Each line of the data below either holds "upToLb" or does not. Report how many do, and only that.

═══

import type { DeckLayout, DeckSpot, LaunchTableRow, Role, ShipProfile, StoresItem, TrimBand } from '@catline/contracts';
import { demoSettingTables } from './demo-setting-tables.js';

// The invented demo scenario: a fictional training carrier, its squadrons and aircraft types.
// Every name and number here is made up for the demo; none is real launch data. The hull code, the
// type designations and the side numbers follow schemes of our own, not any service's, and the
// departures are the invented ship's own procedures, not published ones.
// demo-names.spec.ts checks these names against real ones.

export const demoShip = {
  name: 'Brindlemark',
  hullCode: 'DKT 3',
  pairGapS: 10,
  profile: {
    clearingTurnDeg: { bow: 10, waist: -10 },
    departures: {
      I: {
        jet: 'Brindlemark house departure, Case I jets (invented for the demo): after the clearing turn hold 800 ft to the Lantern gate, 5 nm out on the launch side of the bow; from the gate climb on your own to the briefed block, clear of the ship’s 3 nm ring.',
        turboprop:
          'Brindlemark house departure, Case I turboprops (invented for the demo): after the clearing turn hold 600 ft and 200 kt to the Lantern gate, then climb on your own to the briefed block, staying below the jets’ 800 ft lane until 5 nm.',
        helicopter:
          'Brindlemark house departure, Case I helicopters (invented for the demo): lift, slide clear to the side the handler signals, then hold 300 ft on the port quarter inside 2 nm until the tower releases you.',
      },
      II: {
        jet: 'Brindlemark house departure, Case II jets (invented for the demo): after the clearing turn hold 800 ft on the ship’s heading to 5 nm, call "gate" to the ship’s departure desk, then climb on the heading the desk gives to the briefed block.',
        turboprop:
          'Brindlemark house departure, Case II turboprops (invented for the demo): after the clearing turn hold 600 ft on the ship’s heading to 5 nm, call "gate" to the departure desk and climb at 200 kt on the heading it gives.',
        helicopter:
          'Brindlemark house departure, Case II helicopters (invented for the demo): lift and hold 300 ft on the port quarter, call the departure desk and leave the 2 nm ring only on the heading it gives.',
      },
      III: {
        jet: 'Brindlemark house departure, Case III jets (invented for the demo): no turn off the catapult; climb at once to 1,500 ft on the ship’s heading; at 4 nm take the heading the departure desk gives, climb to the briefed block and report level.',
        turboprop:
          'Brindlemark house departure, Case III turboprops (invented for the demo): no turn off the catapult; climb at once to 1,000 ft on the ship’s heading; at 4 nm take the heading the departure desk gives and report level.',
        helicopter:
          'Brindlemark house departure, Case III helicopters (invented for the demo): lift on instruments to 200 ft, then 500 ft on the port quarter; stay on the departure desk’s frequency and inside 3 nm until it hands you on.',
      },
    },
    // The ship's own list, invented for the demo.
    launchPrerequisites: [
      'Plane guard helicopter up and on station',
      'Flight deck swept for loose gear',
      'Crash and salvage crews at their posts',
      'No-load test shots fired on every catapult',
    ],
  } satisfies ShipProfile,
};

export const demoCatapults = [
  {
    number: 1,
    position: 'bow',
    axisAngleDeg: 1.5,
    strokeM: 94,
    energyMinMj: 18,
    energyMaxMj: 96,
    settingCount: 40,
    resetIntervalS: 55,
    pair: 1,
  },
  {
    number: 2,
    position: 'bow',
    axisAngleDeg: -1.5,
    strokeM: 94,
    energyMinMj: 18,
    energyMaxMj: 96,
    settingCount: 40,
    resetIntervalS: 55,
    pair: 1,
  },
  {
    number: 3,
    position: 'waist',
    axisAngleDeg: -7.5,
    strokeM: 90,
    energyMinMj: 16,
    energyMaxMj: 90,
    settingCount: 40,
    resetIntervalS: 65,
    pair: 2,
  },
  {
    number: 4,
    position: 'waist',
    axisAngleDeg: -9,
    strokeM: 90,
    energyMinMj: 16,
    energyMaxMj: 90,
    settingCount: 40,
    resetIntervalS: 65,
    pair: 2,
  },
] as const;

/**
 * Taxi times in seconds from each spot to catapults 1 to 4, spots grouped in four deck areas. Two rows
 * hold one aircraft behind another: aft-4 waits for aft-3, stern-2 for stern-1. All invented.
 */
export const demoDeckSpots: DeckSpot[] = [
  ...[1, 2, 3, 4].map((n) => ({
    name: `bow-${n}`,
    area: 'Bow',
    taxiS: { 1: 60 + n * 10, 2: 50 + n * 10, 3: 150, 4: 170 },
  })),
  ...[1, 2, 3, 4].map((n) => ({
    name: `mid-${n}`,
    area: 'Midships',
    taxiS: { 1: 110, 2: 100, 3: 80 + n * 5, 4: 90 + n * 5 },
  })),
  ...[1, 2, 3, 4].map((n) => ({
    name: `aft-${n}`,
    area: 'Aft',
    ...(n === 4 ? { clearBefore: ['aft-3'] } : {}),
    taxiS: { 1: 180, 2: 170, 3: 90 + n * 10, 4: 80 + n * 10 },
  })),
  ...[1, 2].map((n) => ({
    name: `stern-${n}`,
    area: 'Stern',
    ...(n === 2 ? { clearBefore: ['stern-1'] } : {}),
    taxiS: { 1: 220, 2: 210, 3: 130, 4: 120 },
  })),
];

/** Two elevators (a trip up or down takes 50 and 65 s) serving two hangar bays; invented. */
export const demoDeckLayout: DeckLayout = {
  elevators: [
    { name: 'lift-fwd', cycleS: 50, taxiS: { 1: 90, 2: 80, 3: 140, 4: 150 } },
    { name: 'lift-aft', cycleS: 65, taxiS: { 1: 200, 2: 190, 3: 100, 4: 90 } },
  ],
  hangarBays: [
    { name: 'bay-A', elevators: ['lift-fwd', 'lift-aft'] },
    { name: 'bay-B', elevators: ['lift-aft'] },
  ],
  landingAreaCatapults: [3, 4],
};

export const demoSquadrons = [
  { code: 'CWR', name: 'Cinderwrights', email: 'cinderwrights@catline.example' },
  { code: 'DFM', name: 'Driftmenders', email: 'driftmenders@catline.example' },
  { code: 'GSB', name: 'Gorsebinders', email: 'gorsebinders@catline.example' },
  { code: 'LNB', name: 'Lanternbearers', email: 'lanternbearers@catline.example' },
];

const strikeTrim: TrimBand[] = [
  { upToLb: 44_000, trimDeg: 15 },
  { upToLb: 48_000, trimDeg: 17 },
  { upToLb: null, trimDeg: 18 },
];

/** Invented items and weights; each catalogue ordered by name, as the API keeps it. */
const strikeStores: StoresItem[] = [
  { name: 'Drop tank', weightEachLb: 1_240 },
  { name: 'Practice bomb', weightEachLb: 30 },
  { name: 'Refuelling store', weightEachLb: 1_980 },
  { name: 'Rocket pod', weightEachLb: 520 },
  { name: 'Training round', weightEachLb: 190 },
];

export const demoAircraftTypes = [
  {
    designation: 'WKD-41',
    name: 'Wickerbolt strike jet',
    aircraftClass: 'jet' as const,
    maxGrossWeightLb: 51_000,
    operatingWeightLb: 29_400,
    crosswindLimitKt: 15,
    thrustLbf: 26_000,
    requiredExcessKt: 12,
    afterburnerFromLb: 46_000,
    maxEndSpeedKt: 190,
    holdbackElement: 'RE-14',
    trimBands: strikeTrim,
    launchTable: [
      { grossWeightLb: 34_000, minLaunchAirspeedKt: 124 },
      { grossWeightLb: 40_000, minLaunchAirspeedKt: 133 },
      { grossWeightLb: 46_000, minLaunchAirspeedKt: 143 },
      { grossWeightLb: 51_000, minLaunchAirspeedKt: 151 },
    ] satisfies LaunchTableRow[],
    storesCatalogue: strikeStores,
    settingTables: demoSettingTables(
      demoCatapults,
      {
        bow: [
          [36_000, 7],
          [38_000, 9],
          [40_000, 11],
          [42_000, 14],
          [44_000, 16],
          [46_000, 19],
          [48_000, 22],
          [50_000, 25],
          [51_000, 27],
        ],
        waist: [
          [36_000, 9],
          [38_000, 11],
          [40_000, 13],
          [42_000, 16],
          [44_000, 19],
          [46_000, 22],
          [48_000, 25],
          [50_000, 28],
          [51_000, 29],
        ],
      },
      12,
    ),
  },
  {
    designation: 'MSD-26',
    name: 'Mistlewing light attack',
    aircraftClass: 'jet' as const,
    maxGrossWeightLb: 31_000,
    operatingWeightLb: 16_800,
    crosswindLimitKt: 12,
    thrustLbf: 17_500,
    requiredExcessKt: 10,
    afterburnerFromLb: 28_000,
    maxEndSpeedKt: 165,
    holdbackElement: 'RE-9',
    trimBands: [
      { upToLb: 26_000, trimDeg: 10 },
      { upToLb: null, trimDeg: 12 },
    ],
    launchTable: [
      { grossWeightLb: 20_000, minLaunchAirspeedKt: 112 },
      { grossWeightLb: 25_000, minLaunchAirspeedKt: 121 },
      { grossWeightLb: 31_000, minLaunchAirspeedKt: 133 },
    ],
    storesCatalogue: [
      { name: 'Drop tank', weightEachLb: 980 },
      { name: 'Practice bomb', weightEachLb: 30 },
      { name: 'Rocket pod', weightEachLb: 520 },
    ] satisfies StoresItem[],
    settingTables: demoSettingTables(
      demoCatapults,
      {
        bow: [
          [22_000, 0],
          [24_000, 0],
          [26_000, 2],
          [28_000, 4],
          [30_000, 6],
          [31_000, 7],
        ],
        waist: [
          [22_000, 0],
          [24_000, 1],
          [26_000, 3],
          [28_000, 5],
          [30_000, 7],
          [31_000, 8],
        ],
      },
      10,
    ),
  },
  {
    designation: 'FGD-63',
    name: 'Farglass early warning',
    aircraftClass: 'turboprop' as const,
    maxGrossWeightLb: 56_000,
    operatingWeightLb: 39_500,
    crosswindLimitKt: 20,
    thrustLbf: 11_000,
    requiredExcessKt: 10,
    afterburnerFromLb: null,
    maxEndSpeedKt: 150,
    holdbackElement: 'RE-22',
    trimBands: [{ upToLb: null, trimDeg: 6 }],
    launchTable: [
      { grossWeightLb: 44_000, minLaunchAirspeedKt: 104 },
      { grossWeightLb: 50_000, minLaunchAirspeedKt: 111 },
      { grossWeightLb: 56_000, minLaunchAirspeedKt: 119 },
    ],
    storesCatalogue: [{ name: 'Cargo pannier', weightEachLb: 260 }] satisfies StoresItem[],
    settingTables: demoSettingTables(
      demoCatapults,
      {
        bow: [
          [46_000, 8],
          [48_000, 9],
          [50_000, 11],
          [52_000, 13],
          [54_000, 15],
          [56_000, 17],
        ],
        waist: [
          [46_000, 9],
          [48_000, 11],
          [50_000, 13],
          [52_000, 15],
          [54_000, 17],
          [56_000, 19],
        ],
      },
      10,
    ),
  },
];

const spots = demoDeckSpots.map((spot) => spot.name);
/**
 * The demo's own side numbers: the squadron's letter, then the airframe's number in the air wing,
 * counted on from squadron to squadron.
 */
const fleetOf = (
  letter: string,
  first: number,
  count: number,
  designation: string,
  squadron: string,
  spotOffset: number,
) =>
  Array.from({ length: count }, (_, i) => ({
    sideNumber: `${letter}${first + i}`,
    designation,
    squadron,
    parkedSpot: spots[(spotOffset + i) % spots.length],
  }));

export const demoAircraft = [
  ...fleetOf('C', 21, 12, 'WKD-41', 'CWR', 0),
  ...fleetOf('D', 33, 10, 'WKD-41', 'DFM', 5),
  ...fleetOf('G', 43, 4, 'MSD-26', 'GSB', 9),
  ...fleetOf('L', 47, 3, 'FGD-63', 'LNB', 12),
];

interface DemoPerson {
  email: string;
  name: string;
  role: Role;
  catapultNumber?: number;
  squadron?: string;
}

export const demoPeople: DemoPerson[] = [
  { email: 'admin@catline.example', name: 'Ada Tollingrave', role: 'admin' },
  { email: 'airops@catline.example', name: 'Priya Quennevar', role: 'air_operations' },
  { email: 'airboss@catline.example', name: 'Bram Osterwick', role: 'air_boss' },
  { email: 'handler@catline.example', name: 'Tomas Ebberhold', role: 'handler' },
  ...[1, 2, 3, 4].map((n) => ({
    email: `cat${n}@catline.example`,
    name: ['Lia Corrimand', 'Sam Dellavint', 'Ines Ashwicke', 'Hanne Brenlowe'][n - 1],
    role: 'catapult_officer' as const,
    catapultNumber: n,
  })),
  ...[1, 2].map((n) => ({
    email: `deo${n}@catline.example`,
    name: ['Rune Halsworthy', 'Ama Quillbrook'][n - 1],
    role: 'deck_edge_operator' as const,
    catapultNumber: n,
  })),
  { email: 'pilot@catline.example', name: 'Kit Marrowby', role: 'pilot', squadron: 'CWR' },
  ...[
    'Jo Fettleworth',
    'Mika Grennadine',
    'Dev Hollowmere',
    'Noor Inchwhistle',
    'Ezra Jessamont',
    'Tess Kilvarren',
    'Ravi Lowenthorpe',
    'Lou Nimblethorn',
    // Enough pilots for every aircraft the browser tests put in the catapults' orders (16 at most).
    'Ines Ottercombe',
    'Bram Pellowdine',
    'Sade Quarrington',
    'Finn Rushbeck',
    'Lena Sallowby',
    'Omar Thistlewick',
    'Pia Umberfield',
    'Cato Varrowmere',
    'Nell Wendlebury',
    'Ivo Yarrowdale',
    'Rhea Zeldercott',
    'Joss Abbotsfell',
    'Mira Brackenshaw',
    'Teo Cindleford',
    'Una Dapplewick',
  ].map((name, i) => ({
    email: `pilot${i + 2}@catline.example`,
    name,
    role: 'pilot' as const,
    squadron: demoSquadrons[i % demoSquadrons.length].code,
  })),
  { email: 'observer@catline.example', name: 'Oren Pellicott', role: 'observer' },
];
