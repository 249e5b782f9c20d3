import { useMutation } from '@tanstack/react-query';
import type { AirPlanPreview } from '@catline/contracts';
import { apiRequest } from '../../../lib/api-client.js';
import { csvFormData } from '../../../lib/csv-upload.js';

/** Reads and checks an air plan file against the cycle; nothing changes until it is confirmed. */
export const previewAirPlan = (cycleId: number, file: File) =>
  apiRequest<AirPlanPreview>(`/cycles/${cycleId}/air-plan/preview`, { method: 'POST', body: csvFormData(file) });

export const usePreviewAirPlan = (cycleId: number) =>
  useMutation({ mutationFn: (file: File) => previewAirPlan(cycleId, file) });
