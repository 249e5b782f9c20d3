import { cycleKeys } from '../../../lib/queries/cycles-query.js';

export const cyclesFeatureKeys = {
  ...cycleKeys,
  pilots: () => ['users', 'pilots'] as const,
};
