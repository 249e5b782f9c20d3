import { queryOptions, useQuery } from '@tanstack/react-query';
import { PAGE_SIZE, type UserView } from '@catline/contracts';
import { fetchAllPages } from '../../../lib/paging.js';
import { cyclesFeatureKeys } from './cycles-feature-keys.js';

export const getPilots = (signal?: AbortSignal) => fetchAllPages<UserView>('/users/pilots', PAGE_SIZE.max, signal);

export const pilotsQueryOptions = () =>
  queryOptions({ queryKey: cyclesFeatureKeys.pilots(), queryFn: ({ signal }) => getPilots(signal) });

export const usePilots = () => useQuery(pilotsQueryOptions());
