import type { CycleCommandRequest, LineupCommandResult } from '@catline/contracts';
import { apiRequest } from '../../../lib/api-client.js';
import { useCycleCommand } from './cycle-command.js';

export const confirmAirPlan = (cycleId: number, uploadId: number, basisVersion: number) =>
  apiRequest<LineupCommandResult>(`/cycles/${cycleId}/air-plan/imports/${uploadId}/confirm`, {
    method: 'POST',
    body: { basisVersion } satisfies CycleCommandRequest,
  });

/** Imports a checked air plan into the cycle as it is now: a cycle changed since answers 409 and is read again. */
export const useConfirmAirPlan = (cycleId: number, basisVersion: number) =>
  useCycleCommand((uploadId: number) => confirmAirPlan(cycleId, uploadId, basisVersion));
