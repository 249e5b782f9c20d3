import { useMutation, useQueryClient } from '@tanstack/react-query';
import type { LineupCommandResult } from '@catline/contracts';
import { receiveLineupChange } from '../../../lib/live/use-live-cycle.js';
import { cyclesFeatureKeys } from './cycles-feature-keys.js';

/** A change to a cycle: its answer feeds the live lineup, and the cycle list is read again. */
export function useCycleCommand<TVariables>(send: (variables: TVariables) => Promise<LineupCommandResult>) {
  const queryClient = useQueryClient();
  return useMutation({
    mutationFn: send,
    onSuccess: (result) => receiveLineupChange(result.change),
    onSettled: () => queryClient.invalidateQueries({ queryKey: cyclesFeatureKeys.all }),
  });
}
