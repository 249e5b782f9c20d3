import type { CycleCommandRequest, LineupCommandResult } from '@catline/contracts';
import { apiRequest } from '../../../lib/api-client.js';
import { useCycleCommand } from './cycle-command.js';

export const startCycle = (cycleId: number, basisVersion: number) =>
  apiRequest<LineupCommandResult>(`/cycles/${cycleId}/start`, {
    method: 'POST',
    body: { basisVersion } satisfies CycleCommandRequest,
  });

export const useStartCycle = (cycleId: number) =>
  useCycleCommand((basisVersion: number) => startCycle(cycleId, basisVersion));
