import { useMutation, useQueryClient } from '@tanstack/react-query';
import type { CreateCycleRequest, CycleView } from '@catline/contracts';
import { apiRequest } from '../../../lib/api-client.js';
import { cyclesFeatureKeys } from './cycles-feature-keys.js';

export const createCycle = (request: CreateCycleRequest) =>
  apiRequest<CycleView>('/cycles', { method: 'POST', body: request });

export function useCreateCycle() {
  const queryClient = useQueryClient();
  return useMutation({
    mutationFn: createCycle,
    onSettled: () => queryClient.invalidateQueries({ queryKey: cyclesFeatureKeys.all }),
  });
}
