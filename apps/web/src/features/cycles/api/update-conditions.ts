import type { LineupCommandResult, UpdateCycleConditionsRequest } from '@catline/contracts';
import { apiRequest } from '../../../lib/api-client.js';
import { useCycleCommand } from './cycle-command.js';

export const updateConditions = (cycleId: number, request: UpdateCycleConditionsRequest) =>
  apiRequest<LineupCommandResult>(`/cycles/${cycleId}/conditions`, { method: 'PATCH', body: request });

export const useUpdateConditions = (cycleId: number) =>
  useCycleCommand((request: UpdateCycleConditionsRequest) => updateConditions(cycleId, request));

═══

Exercise response: 6